___ Source material ___

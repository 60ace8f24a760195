package web

import (
	"crypto/hmac"
	"crypto/rand"
	"crypto/sha256"
	"crypto/subtle"
	"encoding/base64"
	"errors"
	"fmt"
	"net/http"
	"strconv"
	"strings"
	"time"
)

// Sessions are stateless: the cookie carries the token id, the issue and
// expiry times and a random nonce, signed with HMAC-SHA256 under the
// server's session key and the token's stored hash. Nothing is kept on the
// server, so any replica that shares the key accepts the cookie, and
// revoking or expiring the token ends its sessions at once (the token row
// is read on every request). The CSRF token of a session is an HMAC of the
// cookie's payload under the same key: forms carry it, and a request
// without the cookie cannot know it.

// Cookie names. With Secure cookies the session takes the __Host- prefix,
// which browsers accept only from a secure origin, on path /, without a
// domain.
const (
	sessionCookie       = "kelvard_session"
	secureSessionCookie = "__Host-kelvard_session"
	signinCookie        = "kelvard_signin"
	unitsCookie         = "kelvard_units"
)

// session is a verified session cookie.
type session struct {
	TokenID   int64
	IssuedAt  time.Time
	ExpiresAt time.Time
	payload   string
}

// errBadSession covers every reason a cookie is refused; the reason is not
// told to the browser.
var errBadSession = errors.New("no valid session")

// sessionPayload writes the signed part of a cookie.
func sessionPayload(tokenID int64, issued, expires time.Time, nonce string) string {
	return fmt.Sprintf("1|%d|%d|%d|%s", tokenID, issued.Unix(), expires.Unix(), nonce)
}

// mac signs a payload for a purpose under the key and, for sessions, the
// token's stored hash.
func mac(key []byte, purpose, payload string, tokenHash []byte) []byte {
	m := hmac.New(sha256.New, key)
	m.Write([]byte("kelvard " + purpose + "\x00"))
	m.Write([]byte(payload))
	m.Write([]byte{0})
	m.Write(tokenHash)
	return m.Sum(nil)
}

var b64 = base64.RawURLEncoding

// newSessionValue makes the cookie value of a new session.
func newSessionValue(key []byte, tokenID int64, tokenHash []byte, now time.Time, ttl time.Duration) (string, error) {
	nonce, err := randomString(18)
	if err != nil {
		return "", err
	}
	p := sessionPayload(tokenID, now, now.Add(ttl), nonce)
	return b64.EncodeToString([]byte(p)) + "." + b64.EncodeToString(mac(key, "session", p, tokenHash)), nil
}

// parseSession reads a cookie value without checking its signature: the
// token id it names tells whose hash to check it with (checkSession).
func parseSession(value string, now time.Time) (session, []byte, error) {
	enc, sig, ok := strings.Cut(value, ".")
	if !ok || len(value) > 512 {
		return session{}, nil, errBadSession
	}
	raw, err := b64.DecodeString(enc)
	if err != nil {
		return session{}, nil, errBadSession
	}
	sum, err := b64.DecodeString(sig)
	if err != nil {
		return session{}, nil, errBadSession
	}
	parts := strings.Split(string(raw), "|")
	if len(parts) != 5 || parts[0] != "1" {
		return session{}, nil, errBadSession
	}
	id, err1 := strconv.ParseInt(parts[1], 10, 64)
	iss, err2 := strconv.ParseInt(parts[2], 10, 64)
	exp, err3 := strconv.ParseInt(parts[3], 10, 64)
	if err1 != nil || err2 != nil || err3 != nil || id <= 0 {
		return session{}, nil, errBadSession
	}
	s := session{TokenID: id, IssuedAt: time.Unix(iss, 0).UTC(), ExpiresAt: time.Unix(exp, 0).UTC(), payload: string(raw)}
	if !now.Before(s.ExpiresAt) || now.Add(time.Minute).Before(s.IssuedAt) {
		return session{}, nil, errBadSession
	}
	return s, sum, nil
}

// checkSession verifies a parsed cookie's signature against the token's
// stored hash, in constant time.
func checkSession(key []byte, s session, sum, tokenHash []byte) bool {
	return hmac.Equal(sum, mac(key, "session", s.payload, tokenHash))
}

// csrfToken is the form token of a session.
func csrfToken(key []byte, s session) string {
	return b64.EncodeToString(mac(key, "csrf", s.payload, nil))
}

// signinCSRF is the form token of the sign-in form, bound to the
// pre-session cookie's nonce.
func signinCSRF(key []byte, nonce string) string {
	return b64.EncodeToString(mac(key, "signin", nonce, nil))
}

// sameToken compares two form tokens in constant time.
func sameToken(a, b string) bool {
	return a != "" && subtle.ConstantTimeCompare([]byte(a), []byte(b)) == 1
}

func randomString(n int) (string, error) {
	b := make([]byte, n)
	if _, err := rand.Read(b); err != nil {
		return "", fmt.Errorf("random bytes: %w", err)
	}
	return b64.EncodeToString(b), nil
}

// secure reports whether cookies are marked Secure for this request: the
// request came over TLS, or the server is told it sits behind TLS.
func (h *Handler) secure(r *http.Request) bool { return h.cfg.SecureCookies || r.TLS != nil }

func (h *Handler) sessionCookieName(r *http.Request) string {
	if h.secure(r) {
		return secureSessionCookie
	}
	return sessionCookie
}

// setCookie sets a cookie with kelvard's attributes: HttpOnly,
// SameSite=Strict, path /, Secure when the request is secure. maxAge < 0
// deletes it.
func (h *Handler) setCookie(w http.ResponseWriter, r *http.Request, name, value string, maxAge time.Duration) {
	c := &http.Cookie{Name: name, Value: value, Path: "/", HttpOnly: true, SameSite: http.SameSiteStrictMode, Secure: h.secure(r)}
	switch {
	case maxAge < 0:
		c.MaxAge, c.Value = -1, ""
	case maxAge > 0:
		c.MaxAge = int(maxAge / time.Second)
	}
	http.SetCookie(w, c)
}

___

**Aim of the task:** Transcribe the entries above exactly.

**Response below:**
repository 60ace8f24a760195
package web

import (
	"crypto/hmac"
	"crypto/rand"
	"crypto/sha256"
	"crypto/subtle"
	"encoding/base64"
	"errors"
	"fmt"
	"net/http"
	"strconv"
	"strings"
	"time"
)

// Sessions are stateless: the cookie carries the token id, the issue and
// expiry times and a random nonce, signed with HMAC-SHA256 under the
// server's session key and the token's stored hash. Nothing is kept on the
// server, so any replica that shares the key accepts the cookie, and
// revoking or expiring the token ends its sessions at once (the token row
// is read on every request). The CSRF token of a session is an HMAC of the
// cookie's payload under the same key: forms carry it, and a request
// without the cookie cannot know it.

// Cookie names. With Secure cookies the session takes the __Host- prefix,
// which browsers accept only from a secure origin, on path /, without a
// domain.
const (
	sessionCookie       = "kelvard_session"
	secureSessionCookie = "__Host-kelvard_session"
	signinCookie        = "kelvard_signin"
	unitsCookie         = "kelvard_units"
)

// session is a verified session cookie.
type session struct {
	TokenID   int64
	IssuedAt  time.Time
	ExpiresAt time.Time
	payload   string
}

// errBadSession covers every reason a cookie is refused; the reason is not
// told to the browser.
var errBadSession = errors.New("no valid session")

// sessionPayload writes the signed part of a cookie.
func sessionPayload(tokenID int64, issued, expires time.Time, nonce string) string {
	return fmt.Sprintf("1|%d|%d|%d|%s", tokenID, issued.Unix(), expires.Unix(), nonce)
}

// mac signs a payload for a purpose under the key and, for sessions, the
// token's stored hash.
func mac(key []byte, purpose, payload string, tokenHash []byte) []byte {
	m := hmac.New(sha256.New, key)
	m.Write([]byte("kelvard " + purpose + "\x00"))
	m.Write([]byte(payload))
	m.Write([]byte{0})
	m.Write(tokenHash)
	return m.Sum(nil)
}

var b64 = base64.RawURLEncoding

// newSessionValue makes the cookie value of a new session.
func newSessionValue(key []byte, tokenID int64, tokenHash []byte, now time.Time, ttl time.Duration) (string, error) {
	nonce, err := randomString(18)
	if err != nil {
		return "", err
	}
	p := sessionPayload(tokenID, now, now.Add(ttl), nonce)
	return b64.EncodeToString([]byte(p)) + "." + b64.EncodeToString(mac(key, "session", p, tokenHash)), nil
}

// parseSession reads a cookie value without checking its signature: the
// token id it names tells whose hash to check it with (checkSession).
func parseSession(value string, now time.Time) (session, []byte, error) {
	enc, sig, ok := strings.Cut(value, ".")
	if !ok || len(value) > 512 {
		return session{}, nil, errBadSession
	}
	raw, err := b64.DecodeString(enc)
	if err != nil {
		return session{}, nil, errBadSession
	}
	sum, err := b64.DecodeString(sig)
	if err != nil {
		return session{}, nil, errBadSession
	}
	parts := strings.Split(string(raw), "|")
	if len(parts) != 5 || parts[0] != "1" {
		return session{}, nil, errBadSession
	}
	id, err1 := strconv.ParseInt(parts[1], 10, 64)
	iss, err2 := strconv.ParseInt(parts[2], 10, 64)
	exp, err3 := strconv.ParseInt(parts[3], 10, 64)
	if err1 != nil || err2 != nil || err3 != nil || id <= 0 {
		return session{}, nil, errBadSession
	}
	s := session{TokenID: id, IssuedAt: time.Unix(iss, 0).UTC(), ExpiresAt: time.Unix(exp, 0).UTC(), payload: string(raw)}
	if !now.Before(s.ExpiresAt) || now.Add(time.Minute).Before(s.IssuedAt) {
		return session{}, nil, errBadSession
	}
	return s, sum, nil
}

// checkSession verifies a parsed cookie's signature against the token's
// stored hash, in constant time.
func checkSession(key []byte, s session, sum, tokenHash []byte) bool {
	return hmac.Equal(sum, mac(key, "session", s.payload, tokenHash))
}

// csrfToken is the form token of a session.
func csrfToken(key []byte, s session) string {
	return b64.EncodeToString(mac(key, "csrf", s.payload, nil))
}

// signinCSRF is the form token of the sign-in form, bound to the
// pre-session cookie's nonce.
func signinCSRF(key []byte, nonce string) string {
	return b64.EncodeToString(mac(key, "signin", nonce, nil))
}

// sameToken compares two form tokens in constant time.
func sameToken(a, b string) bool {
	return a != "" && subtle.ConstantTimeCompare([]byte(a), []byte(b)) == 1
}

func randomString(n int) (string, error) {
	b := make([]byte, n)
	if _, err := rand.Read(b); err != nil {
		return "", fmt.Errorf("random bytes: %w", err)
	}
	return b64.EncodeToString(b), nil
}

// secure reports whether cookies are marked Secure for this request: the
// request came over TLS, or the server is told it sits behind TLS.
func (h *Handler) secure(r *http.Request) bool { return h.cfg.SecureCookies || r.TLS != nil }

func (h *Handler) sessionCookieName(r *http.Request) string {
	if h.secure(r) {
		return secureSessionCookie
	}
	return sessionCookie
}

// setCookie sets a cookie with kelvard's attributes: HttpOnly,
// SameSite=Strict, path /, Secure when the request is secure. maxAge < 0
// deletes it.
func (h *Handler) setCookie(w http.ResponseWriter, r *http.Request, name, value string, maxAge time.Duration) {
	c := &http.Cookie{Name: name, Value: value, Path: "/", HttpOnly: true, SameSite: http.SameSiteStrictMode, Secure: h.secure(r)}
	switch {
	case maxAge < 0:
		c.MaxAge, c.Value = -1, ""
	case maxAge > 0:
		c.MaxAge = int(maxAge / time.Second)
	}
	http.SetCookie(w, c)
}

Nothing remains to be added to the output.